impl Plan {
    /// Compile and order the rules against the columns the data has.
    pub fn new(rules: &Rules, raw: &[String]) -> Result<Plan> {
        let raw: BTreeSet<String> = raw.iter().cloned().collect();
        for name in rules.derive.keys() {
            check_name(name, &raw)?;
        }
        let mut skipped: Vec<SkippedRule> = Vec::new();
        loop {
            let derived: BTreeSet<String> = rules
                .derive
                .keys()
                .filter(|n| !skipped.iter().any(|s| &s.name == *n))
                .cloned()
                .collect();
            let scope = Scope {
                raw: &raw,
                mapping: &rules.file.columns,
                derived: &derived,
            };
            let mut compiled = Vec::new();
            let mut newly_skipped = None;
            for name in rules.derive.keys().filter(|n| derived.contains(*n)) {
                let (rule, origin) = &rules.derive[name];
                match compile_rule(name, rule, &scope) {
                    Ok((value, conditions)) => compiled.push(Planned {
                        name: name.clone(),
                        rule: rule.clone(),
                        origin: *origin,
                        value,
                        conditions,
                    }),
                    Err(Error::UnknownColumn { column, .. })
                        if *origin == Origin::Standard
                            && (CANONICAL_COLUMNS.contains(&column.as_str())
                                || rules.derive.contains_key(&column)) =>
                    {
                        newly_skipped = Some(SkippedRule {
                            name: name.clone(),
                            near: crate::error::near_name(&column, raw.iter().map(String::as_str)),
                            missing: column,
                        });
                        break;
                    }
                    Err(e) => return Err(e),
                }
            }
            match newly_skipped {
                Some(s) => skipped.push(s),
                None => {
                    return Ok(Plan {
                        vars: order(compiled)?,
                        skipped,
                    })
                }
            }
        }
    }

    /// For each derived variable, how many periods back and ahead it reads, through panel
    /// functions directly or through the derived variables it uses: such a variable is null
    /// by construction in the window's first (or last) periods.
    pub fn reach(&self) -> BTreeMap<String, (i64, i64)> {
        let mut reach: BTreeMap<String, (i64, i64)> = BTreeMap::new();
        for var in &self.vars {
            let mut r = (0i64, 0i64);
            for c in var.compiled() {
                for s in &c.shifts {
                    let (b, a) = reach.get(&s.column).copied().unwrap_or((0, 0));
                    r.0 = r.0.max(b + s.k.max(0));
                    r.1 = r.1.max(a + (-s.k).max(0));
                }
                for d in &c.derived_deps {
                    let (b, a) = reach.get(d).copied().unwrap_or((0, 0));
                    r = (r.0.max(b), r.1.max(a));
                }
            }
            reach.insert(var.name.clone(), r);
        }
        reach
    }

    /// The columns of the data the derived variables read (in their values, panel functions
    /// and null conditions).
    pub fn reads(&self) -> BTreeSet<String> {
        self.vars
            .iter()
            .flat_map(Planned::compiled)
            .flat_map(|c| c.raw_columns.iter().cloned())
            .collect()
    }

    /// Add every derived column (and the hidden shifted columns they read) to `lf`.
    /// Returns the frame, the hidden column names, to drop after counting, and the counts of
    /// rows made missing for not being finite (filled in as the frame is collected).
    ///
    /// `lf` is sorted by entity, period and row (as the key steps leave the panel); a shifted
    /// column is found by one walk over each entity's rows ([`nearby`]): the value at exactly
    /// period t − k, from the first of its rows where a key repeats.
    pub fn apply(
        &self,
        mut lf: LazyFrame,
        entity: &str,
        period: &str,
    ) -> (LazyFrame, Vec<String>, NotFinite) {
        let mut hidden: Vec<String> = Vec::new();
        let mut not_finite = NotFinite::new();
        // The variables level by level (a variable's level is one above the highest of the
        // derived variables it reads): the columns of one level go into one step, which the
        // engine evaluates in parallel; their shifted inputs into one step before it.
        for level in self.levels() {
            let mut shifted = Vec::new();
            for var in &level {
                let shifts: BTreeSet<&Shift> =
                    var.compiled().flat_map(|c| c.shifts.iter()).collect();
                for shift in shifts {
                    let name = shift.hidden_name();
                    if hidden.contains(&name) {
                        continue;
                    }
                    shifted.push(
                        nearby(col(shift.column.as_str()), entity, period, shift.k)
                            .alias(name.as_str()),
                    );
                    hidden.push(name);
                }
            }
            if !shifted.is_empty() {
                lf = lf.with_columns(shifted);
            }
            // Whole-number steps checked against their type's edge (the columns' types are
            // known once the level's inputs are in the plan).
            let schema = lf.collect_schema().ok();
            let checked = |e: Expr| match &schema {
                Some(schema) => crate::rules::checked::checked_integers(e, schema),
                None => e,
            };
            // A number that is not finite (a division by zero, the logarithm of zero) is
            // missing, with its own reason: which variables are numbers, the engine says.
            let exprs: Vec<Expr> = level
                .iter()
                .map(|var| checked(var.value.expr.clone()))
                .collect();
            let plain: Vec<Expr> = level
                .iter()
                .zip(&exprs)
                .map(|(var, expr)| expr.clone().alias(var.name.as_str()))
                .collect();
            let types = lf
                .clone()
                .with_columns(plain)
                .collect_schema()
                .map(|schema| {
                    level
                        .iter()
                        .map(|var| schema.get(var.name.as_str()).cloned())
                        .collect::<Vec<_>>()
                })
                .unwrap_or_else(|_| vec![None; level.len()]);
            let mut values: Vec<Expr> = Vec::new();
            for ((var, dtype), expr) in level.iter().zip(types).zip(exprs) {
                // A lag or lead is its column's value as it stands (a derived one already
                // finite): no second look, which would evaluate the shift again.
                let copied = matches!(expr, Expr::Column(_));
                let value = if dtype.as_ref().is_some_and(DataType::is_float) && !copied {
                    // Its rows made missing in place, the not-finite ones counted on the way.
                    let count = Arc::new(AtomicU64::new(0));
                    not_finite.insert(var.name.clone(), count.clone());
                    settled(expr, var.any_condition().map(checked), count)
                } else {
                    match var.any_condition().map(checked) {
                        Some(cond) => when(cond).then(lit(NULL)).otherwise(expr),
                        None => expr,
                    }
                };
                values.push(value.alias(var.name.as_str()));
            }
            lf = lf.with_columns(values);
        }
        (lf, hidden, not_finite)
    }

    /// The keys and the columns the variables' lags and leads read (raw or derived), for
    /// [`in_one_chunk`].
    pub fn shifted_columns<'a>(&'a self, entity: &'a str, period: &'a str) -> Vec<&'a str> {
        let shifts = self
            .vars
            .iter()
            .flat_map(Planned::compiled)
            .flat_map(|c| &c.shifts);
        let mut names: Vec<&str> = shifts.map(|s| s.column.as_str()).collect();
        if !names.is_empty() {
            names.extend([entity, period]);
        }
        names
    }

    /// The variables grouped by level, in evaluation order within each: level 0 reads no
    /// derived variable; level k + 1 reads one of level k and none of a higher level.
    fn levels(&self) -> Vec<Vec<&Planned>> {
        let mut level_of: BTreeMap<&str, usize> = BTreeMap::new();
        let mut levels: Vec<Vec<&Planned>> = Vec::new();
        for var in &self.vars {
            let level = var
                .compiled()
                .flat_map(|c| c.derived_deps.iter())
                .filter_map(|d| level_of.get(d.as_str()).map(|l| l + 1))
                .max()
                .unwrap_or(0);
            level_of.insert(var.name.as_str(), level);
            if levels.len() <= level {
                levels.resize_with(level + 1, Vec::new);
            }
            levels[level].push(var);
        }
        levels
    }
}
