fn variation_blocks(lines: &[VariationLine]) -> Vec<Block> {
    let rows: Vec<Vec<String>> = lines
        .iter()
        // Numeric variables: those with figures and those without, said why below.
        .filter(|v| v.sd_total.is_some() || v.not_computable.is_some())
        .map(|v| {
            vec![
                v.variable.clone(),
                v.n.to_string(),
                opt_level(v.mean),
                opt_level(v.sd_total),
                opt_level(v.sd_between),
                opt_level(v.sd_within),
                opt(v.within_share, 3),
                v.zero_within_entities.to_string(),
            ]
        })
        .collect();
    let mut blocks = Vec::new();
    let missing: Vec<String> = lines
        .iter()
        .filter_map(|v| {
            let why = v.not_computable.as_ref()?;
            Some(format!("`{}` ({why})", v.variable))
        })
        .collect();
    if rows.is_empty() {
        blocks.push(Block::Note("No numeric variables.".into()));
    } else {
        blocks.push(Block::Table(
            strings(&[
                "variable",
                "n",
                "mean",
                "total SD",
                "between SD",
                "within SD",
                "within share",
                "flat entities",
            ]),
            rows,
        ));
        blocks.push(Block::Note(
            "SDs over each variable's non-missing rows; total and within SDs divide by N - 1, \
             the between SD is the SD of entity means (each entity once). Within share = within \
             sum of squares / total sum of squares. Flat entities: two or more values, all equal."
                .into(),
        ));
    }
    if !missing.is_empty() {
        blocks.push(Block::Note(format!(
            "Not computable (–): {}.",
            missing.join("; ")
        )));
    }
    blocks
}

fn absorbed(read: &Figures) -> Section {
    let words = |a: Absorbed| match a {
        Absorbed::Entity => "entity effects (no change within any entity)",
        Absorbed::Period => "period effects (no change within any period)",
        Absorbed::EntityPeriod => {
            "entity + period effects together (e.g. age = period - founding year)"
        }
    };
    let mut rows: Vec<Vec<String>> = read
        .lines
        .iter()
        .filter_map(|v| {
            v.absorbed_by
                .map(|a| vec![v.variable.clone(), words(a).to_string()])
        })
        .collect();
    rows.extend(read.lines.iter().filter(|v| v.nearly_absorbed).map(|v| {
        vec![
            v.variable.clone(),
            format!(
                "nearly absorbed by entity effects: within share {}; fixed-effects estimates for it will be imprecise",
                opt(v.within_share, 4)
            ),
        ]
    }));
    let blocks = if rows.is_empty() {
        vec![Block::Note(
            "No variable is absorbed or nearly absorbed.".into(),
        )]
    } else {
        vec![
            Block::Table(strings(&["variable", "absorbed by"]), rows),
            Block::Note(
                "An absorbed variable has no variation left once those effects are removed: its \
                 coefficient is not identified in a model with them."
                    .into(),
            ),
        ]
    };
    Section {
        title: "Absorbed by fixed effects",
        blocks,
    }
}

+++

Lines to set down from above: the line with "r = (r.0.max(b), r.1.max(a));", the line with "pub fn reads(&self)", and every line between, each exactly as written.

                    r = (r.0.max(b), r.1.max(a));
                }
            }
            reach.insert(var.name.clone(), r);
        }
        reach
    }

    /// The columns of the data the derived variables read (in their values, panel functions
    /// and null conditions).
    pub fn reads(&self) -> BTreeSet<String> {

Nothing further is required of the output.